Something had been interrupted and as I withdrew into my parents’ well-ordered apartment Boyd said, Goddamn Brooklyn Indian, and Sub said, Oh come on Boyd. But Ned may not have heard, for he seemed speechless.

For Ned knew he’d thrown the ball so nearly straight because he had not wholly wanted to scuff it against the bricks; and then at some interior angle of his act he had seen me behind a window and thought to throw to me. Later he said he’d thought of busting my window with all those dumb autographs Sub and I had given Boyd, but Ned said he’d had something else like prevision in his mind and now I feel it was like a prevision that he’d lost in the act but which averted time.

I felt I knew what it was, but I did not tell him, for Ned was quite possibly a genius.

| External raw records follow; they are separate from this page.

def test_assign_over_the_row_limit_is_413(tmp_path, iris):
    # Reference: RFC 9110 413 Content Too Large; the limit is Settings.max_assign_rows.
    with TestClient(create_app(Settings(store_dir=tmp_path / "store", max_assign_rows=5))) as client:
        fit(client, "small", iris)
        records = records_from(iris)
        assert assign_json(client, "small", records[:5]).status_code == 200
        response = assign_json(client, "small", records[:6])
        assert response.status_code == 413
        assert response.json()["detail"] == "the batch has 6 records; the limit is 5"
        frame = pd.DataFrame(iris.data[:6], columns=iris.feature_names)
        assert post_raw(client, "small", frame.to_csv(index=False), "text/csv").status_code == 413


def test_assign_body_over_the_byte_limit_is_413(tmp_path, iris):
    # Reference: RFC 9110 413 Content Too Large; the limit is Settings.max_body_bytes (at least 1024). The
    # version is fitted by an app with the default limit on the same store.
    store = tmp_path / "store"
    with TestClient(create_app(Settings(store_dir=store))) as client:
        fit(client, "bytes", iris)
    with TestClient(create_app(Settings(store_dir=store, max_body_bytes=1024))) as client:
        small = orjson.dumps({"records": records_from(iris)[:3]})
        large = orjson.dumps({"records": records_from(iris)[:30]})
        assert len(small) < 1024 < len(large)
        assert post_raw(client, "bytes", small).status_code == 200
        response = post_raw(client, "bytes", large)
        assert response.status_code == 413
        assert response.json()["detail"] == f"the body is {len(large)} bytes; the limit is 1024"


def test_assign_query_parameters_are_checked(wine_client, wine):
    # Reference: common practice (no single source): a bad query value is a 422 naming the parameter.
    records = records_from(wine)[:1]
    assert assign_json(wine_client, "wine", records, "?on_error=ignore").status_code == 422
    assert assign_json(wine_client, "wine", records, "?version=0").status_code == 422


def test_openapi_documents_both_body_types_and_the_result(app_client):
    # Reference: the OpenAPI 3 document FastAPI serves; API.md's assign response fields.
    spec = app_client.get("/openapi.json").json()
    operation = spec["paths"]["/v1/segmentations/{name}/assign"]["post"]
    assert set(operation["requestBody"]["content"]) == {"application/json", "text/csv",
                                                        "application/vnd.apache.arrow.stream"}
    assert {p["name"] for p in operation["parameters"]} >= {"name", "version", "on_error"}
    result = spec["components"]["schemas"]["AssignResult"]
    assert set(result["properties"]) == RESULT_FIELDS
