func TestZOHErrors(t *testing.T) {
	s := SS{N: 1, A: []float64{-1}, B: []float64{1}, C: []float64{1}}
	for _, T := range []float64{0, -1, math.NaN(), math.Inf(1)} {
		if _, err := ZOH(s, T); !errors.Is(err, ErrBadPeriod) {
			t.Errorf("T=%v: %v", T, err)
		}
		if _, err := ZOHDelay(s, T, 0.1); !errors.Is(err, ErrBadPeriod) {
			t.Errorf("delay T=%v: %v", T, err)
		}
	}
	for _, tau := range []float64{-0.1, math.NaN(), math.Inf(1)} {
		if _, err := ZOHDelay(s, 0.1, tau); !errors.Is(err, ErrBadDelay) {
			t.Errorf("tau=%v: %v", tau, err)
		}
	}
	if _, err := ZOH(SS{N: 2, A: []float64{1}}, 0.1); !errors.Is(err, ErrBadDims) {
		t.Errorf("dims: %v", err)
	}
	if _, err := ZOH(SS{N: 1, A: []float64{math.NaN()}, B: []float64{1}, C: []float64{1}}, 0.1); !errors.Is(err, ErrNonFinite) {
		t.Errorf("NaN: %v", err)
	}
	// Static gain: N = 0 works and delays become a pure shift register.
	d, err := ZOHDelay(SS{D: 2}, 0.1, 0.2)
	if err != nil || d.N != 2 {
		t.Fatalf("static delay: %+v %v", d, err)
	}
	checkVec(t, "pure delay", d.Simulate([]float64{1, 2, 3, 4}), []float64{0, 0, 2, 4}, 0, 0)
}

func TestTFSSErrors(t *testing.T) {
	if _, err := (TF{Num: Poly{1, 1, 1}, Den: Poly{1, 1}}).SS(); !errors.Is(err, ErrImproper) {
		t.Errorf("improper: %v", err)
	}
	if _, err := (TF{Num: Poly{1}, Den: Poly{0}}).SS(); !errors.Is(err, ErrZeroPoly) {
		t.Errorf("zero den: %v", err)
	}
	if _, err := (TF{Num: Poly{math.NaN()}, Den: Poly{1, 1}}).SS(); !errors.Is(err, ErrNonFinite) {
		t.Errorf("NaN: %v", err)
	}
	s, err := TF{Num: Poly{3}, Den: Poly{2}}.SS()
	if err != nil || s.N != 0 || s.D != 1.5 {
		t.Errorf("static: %+v %v", s, err)
	}
	s, err = TF{Num: Poly{}, Den: Poly{1, 1}}.SS()
	if err != nil || s.N != 1 || s.C[0] != 0 || s.D != 0 {
		t.Errorf("zero num: %+v %v", s, err)
	}
}
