// Tests of the tool's bounds and robustness that the other test files do
// not make: the identify verb on hostile logs and file names, file names
// that would drive the terminal, read-only output directories, signals
// to emit, the bounded read of an input, valid files the design could
// not sample and the sensor's DC gain; as a whole process where the
// point is the process (its exit status, its files, its signal
// handling).

// identifyTimes writes a log whose time column is times, with a command
// that is not constant and a rate, and returns its path.
func identifyTimes(t *testing.T, dir, name string, times func(i int) string) string {
	t.Helper()
	var b strings.Builder
	b.WriteString("time,command,rate\n")
	for i := 0; i < 400; i++ {
		fmt.Fprintf(&b, "%s,%d,%d\n", times(i), i%7, i%5)
	}
	return writeFile(t, dir, name, b.String())
}

// Time steps far below any sample interval (1e-300 s once panicked
// identify) are bad input: exit 2, the file named with the interval that
// is allowed, nothing on stdout, and no internal error (runCLI fails the
// test on a recovered panic).
func TestIdentifyTinyTimeSteps(t *testing.T) {
	dir := t.TempDir()
	cases := []struct {
		name  string
		times func(i int) string
		args  []string
	}{
		{"steps 1e-300 s", func(i int) string { return strconv.Itoa(i) + "e-300" }, nil},
		{"steps of the least float64", func(i int) string { return strconv.FormatFloat(float64(i)*5e-324, 'g', -1, 64) }, nil},
		{"steps 1e-300 µs", func(i int) string { return strconv.Itoa(i) + "e-300" }, []string{"--time-unit", "us"}},
		{"steps 1e300 s", func(i int) string { return strconv.Itoa(i+1) + "e300" }, nil},
	}
	for i, c := range cases {
		t.Run(c.name, func(t *testing.T) {
			p := identifyTimes(t, dir, fmt.Sprintf("log%d.csv", i), c.times)
			code, out, errs := runCLI(t, append(append([]string{"identify"}, c.args...), p)...)
			want := p + ": median sample interval"
			if code != exitUsage || !strings.Contains(errs, want) || !strings.Contains(errs, "must be in [1e-06, 1] s") {
				t.Errorf("exit %d, stderr %q; want 2, %q and the allowed interval", code, errs, want)
			}
			if out != "" {
				t.Errorf("stdout %q", out)
			}
		})
	}
}

// An internal error of identify (a recovered panic) is status 2, as for
// every verb, not the 1 of a fit that failed; bad input is 2 too.
func TestIdentifyStatus(t *testing.T) {
	cases := []struct {
		err  error
		want int
	}{
		{fmt.Errorf("identify: %w: index out of range", ident.ErrInternal), exitUsage},
		{&ident.InputError{File: "x.csv", Msg: "no header row"}, exitUsage},
		{fmt.Errorf("prepare: %w", &ident.InputError{Msg: "too few samples"}), exitUsage},
		{errors.New("the fit did not converge"), exitUnmet},
	}
	for _, c := range cases {
		if got := identifyStatus(c.err); got != c.want {
			t.Errorf("identifyStatus(%v) = %d, want %d", c.err, got, c.want)
		}
	}
}
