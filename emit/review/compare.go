package review

import (
	"bufio"
	"encoding/json"
	"fmt"
	"io"
	"math"
	"slices"
	"sort"
	"strconv"
	"strings"

	"locusmith/airframe"
	"locusmith/discrete"
	"locusmith/synth"
)

// Comparison is what changed between two versions of an airframe file:
// the inputs (the decoded TOML, key by key) and the results (the design
// report's figures, axis by axis), with the changes for the worse flagged
// as regressions.
type Comparison struct {
	Old         string         `json:"old"` // the files as named on the command line
	New         string         `json:"new"`
	Airframe    [2]string      `json:"airframe"` // old and new airframe names
	Inputs      []InputChange  `json:"inputs"`
	Results     []ResultChange `json:"results"`
	Regressions int            `json:"regressions"`
}

// InputChange is one key of the airframe file whose value differs. Old
// or New is nil when the key is absent on that side (the default then
// applies).
type InputChange struct {
	Key string  `json:"key"`
	Old *string `json:"old"`
	New *string `json:"new"`
}

// ResultChange is one figure of the design that differs, as the JSON
// report of `design --json` writes it (ten significant digits). Key is
// the report's path below the axis, e.g. "discrete.phase_margin_deg";
// "checks.overshoot.ok" for a check, "envelope.corners.(gain ×0.9).
// overshoot" for a figure at a plant of the envelope,
// "envelope.worst.overshoot" for its worst over the envelope's plants,
// "warnings" for a warning that appeared or went. Regression says the change is for the worse by more
// than RegressionTolerance, and Why says how.
type ResultChange struct {
	Axis       string  `json:"axis"`
	Key        string  `json:"key"`
	Old        *string `json:"old"`
	New        *string `json:"new"`
	Regression bool    `json:"regression"`
	Why        string  `json:"why,omitempty"`
}

// RegressionTolerance is the relative change below which a figure that
// moved the wrong way is listed but not flagged: 0.1 % of its size is far
// below anything a reviewer acts on (a settling time is resolved to 0.5 %
// of the spec) and far above the floating-point noise between machines.
const RegressionTolerance = 1e-3

// Compare compares the designs of two versions of an airframe file.
func Compare(oldName string, oldA *discrete.Airframe, newName string, newA *discrete.Airframe) (*Comparison, error) {
	if oldA == nil || newA == nil || oldA.File == nil || newA.File == nil {
		return nil, fmt.Errorf("compare: missing design")
	}
	c := &Comparison{Old: oldName, New: newName, Airframe: [2]string{oldA.File.Airframe, newA.File.Airframe}}
	c.Inputs = diffInputs(flattenTOML("", oldA.File.Raw), flattenTOML("", newA.File.Raw))
	ro, err := flatResults(oldA)
	if err != nil {
		return nil, err
	}
	rn, err := flatResults(newA)
	if err != nil {
		return nil, err
	}
	c.Results = diffResults(ro, rn)
	for _, r := range c.Results {
		if r.Regression {
			c.Regressions++
		}
	}
	return c, nil
}

// flattenTOML writes a decoded TOML tree as key path → value text.
// Tables nest into dotted paths; arrays are written whole, in TOML syntax,
// since their elements (a pole list) only mean something together.
func flattenTOML(prefix string, m map[string]any) map[string]string {
	out := map[string]string{}
	for k, v := range m {
		key := k
		if prefix != "" {
			key = prefix + "." + k
		}
		if sub, ok := v.(map[string]any); ok {
			for kk, vv := range flattenTOML(key, sub) {
				out[kk] = vv
			}
			continue
		}
		out[key] = tomlText(v)
	}
	return out
}

// tomlText writes a TOML value compactly: numbers in their shortest
// round-trip form, strings quoted, arrays bracketed.
func tomlText(v any) string {
	switch x := v.(type) {
	case string:
		return strconv.Quote(x)
	case bool:
		return strconv.FormatBool(x)
	case int64:
		return strconv.FormatInt(x, 10)
	case int:
		return strconv.Itoa(x)
	case float64:
		return strconv.FormatFloat(x, 'g', -1, 64)
	case []any:
		parts := make([]string, len(x))
		for i, e := range x {
			parts[i] = tomlText(e)
		}
		return "[" + strings.Join(parts, ", ") + "]"
	case map[string]any:
		keys := make([]string, 0, len(x))
		for k := range x {
			keys = append(keys, k)
		}
		sort.Strings(keys)
		parts := make([]string, len(keys))
		for i, k := range keys {
			parts[i] = k + " = " + tomlText(x[k])
		}
		return "{" + strings.Join(parts, ", ") + "}"
	}
	return fmt.Sprint(v)
}

func diffInputs(o, n map[string]string) []InputChange {
	keys := unionKeys(o, n)
	var out []InputChange
	for _, k := range keys {
		ov, oin := o[k]
		nv, nin := n[k]
		if oin && nin && ov == nv {
			continue
		}
		ch := InputChange{Key: k}
		if oin {
			ch.Old = &ov
		}
		if nin {
			ch.New = &nv
		}
		out = append(out, ch)
	}
	return out
}

func unionKeys(ms ...map[string]string) []string {
	set := map[string]bool{}
	for _, m := range ms {
		for k := range m {
			set[k] = true
		}
	}
	keys := make([]string, 0, len(set))
	for k := range set {
		keys = append(keys, k)
	}
	sort.Strings(keys)
	return keys
}

// axisResults is one axis's flattened report: figure path → JSON value
// text, and its warnings.
type axisResults struct {
	vals     map[string]string
	warnings []string
}

// flatResults flattens the JSON report of every axis of a: objects nest
// into dotted paths, arrays of objects with a "name" are keyed by it
// (checks, coefficients, ranges) and the envelope's plants by the plant
// ("envelope.corners.(gain ×0.9).overshoot"), other arrays (poles,
// limits) are kept whole. The nominal plant of the envelope is left out:
// its figures are the discrete section's. The worst of each figure over
// the envelope's plants is added as "envelope.worst.FIGURE".
func flatResults(a *discrete.Airframe) (map[string]axisResults, error) {
	rep := JSON([]*discrete.Airframe{a})
	if len(rep.Airframes) != 1 {
		return nil, fmt.Errorf("compare: no report for %s", a.File.Path)
	}
	out := map[string]axisResults{}
	for _, ax := range rep.Airframes[0].Axes {
		warnings := ax.Warnings
		ax.Warnings = nil
		data, err := json.Marshal(ax)
		if err != nil {
			return nil, fmt.Errorf("compare: %w", err)
		}
		var tree map[string]any
		if err := json.Unmarshal(data, &tree); err != nil {
			return nil, fmt.Errorf("compare: %w", err)
		}
		delete(tree, "axis")
		vals := map[string]string{}
		flattenJSON("", tree, vals)
		if _, ok := tree["numeric"]; !ok {
			addNumeric(a, ax.Axis, vals)
		}
		addWorst(ax.Envelope, vals)
		out[ax.Axis] = axisResults{vals: vals, warnings: warnings}
	}
	return out, nil
}
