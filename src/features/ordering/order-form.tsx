import { useState } from "react";
import { useNavigate } from "react-router-dom";
import { useQuery } from "@tanstack/react-query";
import { useForm } from "react-hook-form";
import { zodResolver } from "@hookform/resolvers/zod";
import { z } from "zod";
import { orderCreateSchema } from "../../../shared/schemas/order";
import { ApiError } from "../../api/client";
import { usePlaceOrder, useUploadDrawings } from "../../api/orders";
import { quoteQueryOptions } from "../../api/quotes";
import { QueryError } from "../../components/query-error";
import { Button, ButtonLink } from "../../components/ui/button";
import { FieldShell, TextField, control } from "../../components/ui/field";
import { Panel } from "../../components/ui/panel";
import { Loading } from "../../components/ui/spinner";
import { StatusNote } from "../../components/ui/status-note";
import { paths } from "../../config/paths";
import { formatDate } from "../../lib/format";
import { formatMoney } from "../../lib/money";
import { useServerErrors } from "../../lib/use-server-errors";
import { drawingProblem } from "./drawing-check";
import { DrawingPicker } from "./drawing-picker";

type Details = { purchaseOrder?: string; deliveryAddress?: string; requestedDate?: string; notes?: string };
const FIELDS = ["purchaseOrder", "deliveryAddress", "requestedDate", "notes"] as const;
/** Empty boxes are left out: every detail is optional. */
const filled = (v: Details) => Object.fromEntries(Object.entries(v).filter(([, x]) => typeof x === "string" && x.trim() !== "")) as Details;
/** The server's own order schema, on what the boxes hold once the empty ones are left out. */
const detailsSchema = z.preprocess((v: Details) => filled(v), orderCreateSchema.omit({ quoteId: true }));

/** Ordering a quote: purchase order, delivery address, requested date, notes and drawings; then payment on the order's page. */
export function OrderForm({ quoteId }: { quoteId: string }) {
  const quote = useQuery(quoteQueryOptions(quoteId));
  const place = usePlaceOrder();
  const upload = useUploadDrawings();
  const navigate = useNavigate();
  const [files, setFiles] = useState<File[]>([]);
  const [fileError, setFileError] = useState<string | null>(null);
  const [placedButUpload, setPlacedButUpload] = useState<{ orderId: string; message: string } | null>(null);
  const { register, handleSubmit, setError, formState } = useForm<Details>({
    resolver: zodResolver(detailsSchema) as never,
    defaultValues: { purchaseOrder: "", deliveryAddress: "", requestedDate: "", notes: "" },
  });
  const { formMessage, showServerError, clearFormMessage } = useServerErrors(setError, FIELDS);

  if (quote.isPending) return <Loading label="Loading the quote…" />;
  if (quote.isError) return <QueryError error={quote.error} onRetry={() => void quote.refetch()} what="the quote" />;
  const q = quote.data;
  if (!q.abilities.order) {
    return (
      <StatusNote tone="caution" word="Cannot be ordered">
        <p>
          Quote {q.number} is {q.status === "expired" ? `expired (it held until ${formatDate(q.expiresAt)})` : q.status === "ordered" ? "already ordered" : "not yours to order"}.
        </p>
        <ButtonLink className="mt-2" to={paths.quote.href(q.id)}>
          Back to the quote
        </ButtonLink>
      </StatusNote>
    );
  }

  const onSubmit = handleSubmit(async (values) => {
    clearFormMessage();
    setFileError(null);
    const bad = files.map(drawingProblem).find(Boolean);
    if (bad) return setFileError(bad);
    let orderId: string;
    try {
      orderId = (await place.mutateAsync({ quoteId: q.id, ...filled(values) })).id;
    } catch (error) {
      return showServerError(error);
    }
    if (files.length) {
      try {
        await upload.mutateAsync({ id: orderId, files });
      } catch (error) {
        // the order stands; the drawings can be attached on its page
        return setPlacedButUpload({ orderId, message: error instanceof ApiError ? (Object.values(error.fields)[0] ?? error.message) : "The drawings could not be sent." });
      }
    }
    navigate(paths.order.href(orderId));
  });

  const { errors, isSubmitting } = formState;
  const today = new Date().toISOString().slice(0, 10);
  return (
    <div className="grid grid-cols-1 items-start gap-6 lg:grid-cols-[minmax(0,1fr)_20rem]">
      <Panel title="Order details">
        <form noValidate onSubmit={onSubmit} className="space-y-5">
          {formMessage && (
            <StatusNote tone="danger" word="Not ordered" live="assertive">
              {formMessage}
            </StatusNote>
          )}
          <TextField label="Your purchase order number" autoComplete="off" hint="Printed on the invoice; optional." error={errors.purchaseOrder?.message} {...register("purchaseOrder")} />
          <FieldShell label="Delivery address" error={errors.deliveryAddress?.message} hint="Name, street, town, postcode and country.">
            {({ id, describedBy, invalid }) => <textarea id={id} rows={4} aria-invalid={invalid} aria-describedby={describedBy} autoComplete="shipping street-address" className={`${control} border-nickel-400`} {...register("deliveryAddress")} />}
          </FieldShell>
          <TextField label="Requested delivery date" type="date" min={today} hint={`The shop's lead time is ${q.leadTime_workingDays} working days from payment.`} error={errors.requestedDate?.message} {...register("requestedDate")} />
          <FieldShell label="Notes for the shop" error={errors.notes?.message}>
            {({ id, describedBy, invalid }) => <textarea id={id} rows={3} aria-invalid={invalid} aria-describedby={describedBy} className={`${control} border-nickel-400`} {...register("notes")} />}
          </FieldShell>
          <DrawingPicker files={files} onChange={setFiles} error={fileError} />
          {placedButUpload ? (
            <StatusNote tone="caution" word="Ordered, drawings not attached" live="assertive">
              <p>The order is placed, but the drawings were not attached: {placedButUpload.message}</p>
              <ButtonLink className="mt-2" to={paths.order.href(placedButUpload.orderId)}>
                Go to the order and attach them there
              </ButtonLink>
            </StatusNote>
          ) : (
            <Button type="submit" pending={isSubmitting} pendingLabel={place.isPending ? "Placing the order…" : "Sending the drawings…"}>
              Place the order
            </Button>
          )}
          <p className="text-meta text-flux-600">Next: pay on the payment page. The order waits for payment and can be cancelled until then.</p>
        </form>
      </Panel>
      <Panel title={`Quote ${q.number}`}>
        <dl className="space-y-2">
          <div>
            <dt className="text-meta text-flux-600">Quantity</dt>
            <dd className="font-mono">{q.quantity}</dd>
          </div>
          <div>
            <dt className="text-meta text-flux-600">Total</dt>
            <dd className="font-mono font-semibold">{formatMoney(q.total_cents, q.currency)}</dd>
          </div>
          <div>
            <dt className="text-meta text-flux-600">Valid until</dt>
            <dd className="font-mono">{formatDate(q.expiresAt)}</dd>
          </div>
          <div>
            <dt className="text-meta text-flux-600">Predicted</dt>
            <dd className="font-mono">{q.prediction.attenuation_db.toFixed(1)} dB (needs {q.configuration.requiredAttenuation_db} dB)</dd>
          </div>
        </dl>
      </Panel>
    </div>
  );
}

When he mentioned the ball at school Monday he then dropped the matter with that electric or fanatic abruptness, and told of an experiment he was doing on his sister and father where he would speak so as to attract them to either side of what he was saying (that, for example, the rabbi might throw him out because he was playing with dynamite in the rec room but there were no synagogues on Brooklyn Heights) which resulted in what was for him a trance of power, like eyes independent of each other, or a balance of pulls — so he became free beyond the clear blackboard explanations of a physics teacher who ridiculed Ned’s sci-fi magazines but gave him A’s. But Ned’s loss of that something else that had been in his head when he threw the autographed hardball out of a divided mind was, I felt sure, displaced by the energy transferred to my act of snatching the ball at its interval between thrust and fall — I mean Ned had acted, and the act had a velocity greater than any memory of its origin.

I’ve just come from America, I told the little fat red woman on the Druid’s threshold, and she said in a polite and gently whining Cockney, Oh you’re American, yes.

But I was way ahead of myself looking into the dark possibilities of our ruined film and into Dagger’s idea broached to me August 4 or 5 that we better shift the Suitcase Slowly Packed and use it as a cut-in in the Marvelous Country House. The token dropped into a slot and on the chance that Jenny’s mysterious bookmark snapshot was in fact of Gene’s brother the great and notorious Paul, I said, Did he leave a message for me? I’m…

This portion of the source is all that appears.